Earlier this week we talked about the magic of Spanner's seamless autoscaling. As we've been ramping up loading the historical backfile of the TV News Explorer, we wanted to push Spanner's autoscaling a bit to see how it handled a massive surge of ingest traffic. We spun up 80 ingest workers across four 32-core VMs running our Go-based Spanner daemons and pushed them to the max. Our Spanner Enterprise Plus SSD instance was configured with a base of 6 nodes and a maximum of 60 nodes and then swapped to 10 nodes and autoscaling to a max of 100 nodes. Here we can see Spanner ramping up rapidly to the initial configured maximum of 60 nodes and then again up to 100 nodes once we increased the limit and then ramping down just as quickly as we throttled back the traffic abruptly to test how quickly it responded to load decreases. In its initial rampup, Spanner increased from 10 nodes to the initial max of 60 in just 12 minutes as system CPU gradually ramped up.
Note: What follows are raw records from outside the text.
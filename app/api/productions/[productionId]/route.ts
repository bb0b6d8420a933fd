import { route, readJson } from "@/lib/http/respond";
import { requireMember } from "@/lib/auth/guards";
import { getProductionOverview, requireProduction, updateProductionSettings } from "@/lib/data/productions";
import { getTeamByProduction } from "@/lib/data/memberships";
import { updateProductionSchema } from "@/lib/validation/production";
import { deleteProduction } from "@/lib/data/production-lifecycle";
import { deleteProductionSchema } from "@/lib/validation/production-lifecycle";

type Ctx = { params: Promise<{ productionId: string }> };

export const GET = route(async (_req, { params }: Ctx) => {
  const { productionId, member } = await requireMember((await params).productionId);
  const [production, overview, team] = await Promise.all([
    requireProduction(productionId),
    getProductionOverview({ productionId }),
    getTeamByProduction({ productionId }),
  ]);
  return { production, overview, team, you: member };
});

export const PATCH = route(async (req, { params }: Ctx) => {
  const { productionId, user } = await requireMember((await params).productionId, "settings.edit");
  const { version, ...changes } = await readJson(req, updateProductionSchema);
  return { production: await updateProductionSettings({ productionId, version, changes, userId: user.id }) };
});

/** The owner deletes the production and everything of it; the body carries its name, typed, as the confirmation. */
export const DELETE = route(async (req, { params }: Ctx) => {
  const { productionId } = await requireMember((await params).productionId, "production.delete");
  const { confirmName } = await readJson(req, deleteProductionSchema);
  return { deleted: await deleteProduction({ productionId, confirmName }) };
});
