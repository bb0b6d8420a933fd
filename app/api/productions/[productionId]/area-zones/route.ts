import { collectionRoutes } from "@/lib/http/crud-routes";
import { createAreaZone, getAreaZonesByProduction } from "@/lib/data/area-zones";
import { createAreaZoneSchema } from "@/lib/validation/plot";

export const { GET, POST } = collectionRoutes({
  key: "areaZones",
  itemKey: "areaZone",
  list: getAreaZonesByProduction,
  create: { permission: "plot.edit", schema: createAreaZoneSchema, run: createAreaZone },
});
At 100% CPU saturation, when we increased the limit from 60 to 100 nodes, Spanner added 40 additional nodes in under 60 seconds.

At its 100-node peak, this Spanner instance supported up to 1PB of database storage, meaning Spanner autoscaled from a base of 100TB of storage capacity to a petascale database and then ramped back down as the load decreased, showcasing just how flexible autoscaling can be in allowing for high-intensity bulk historical ingest workloads.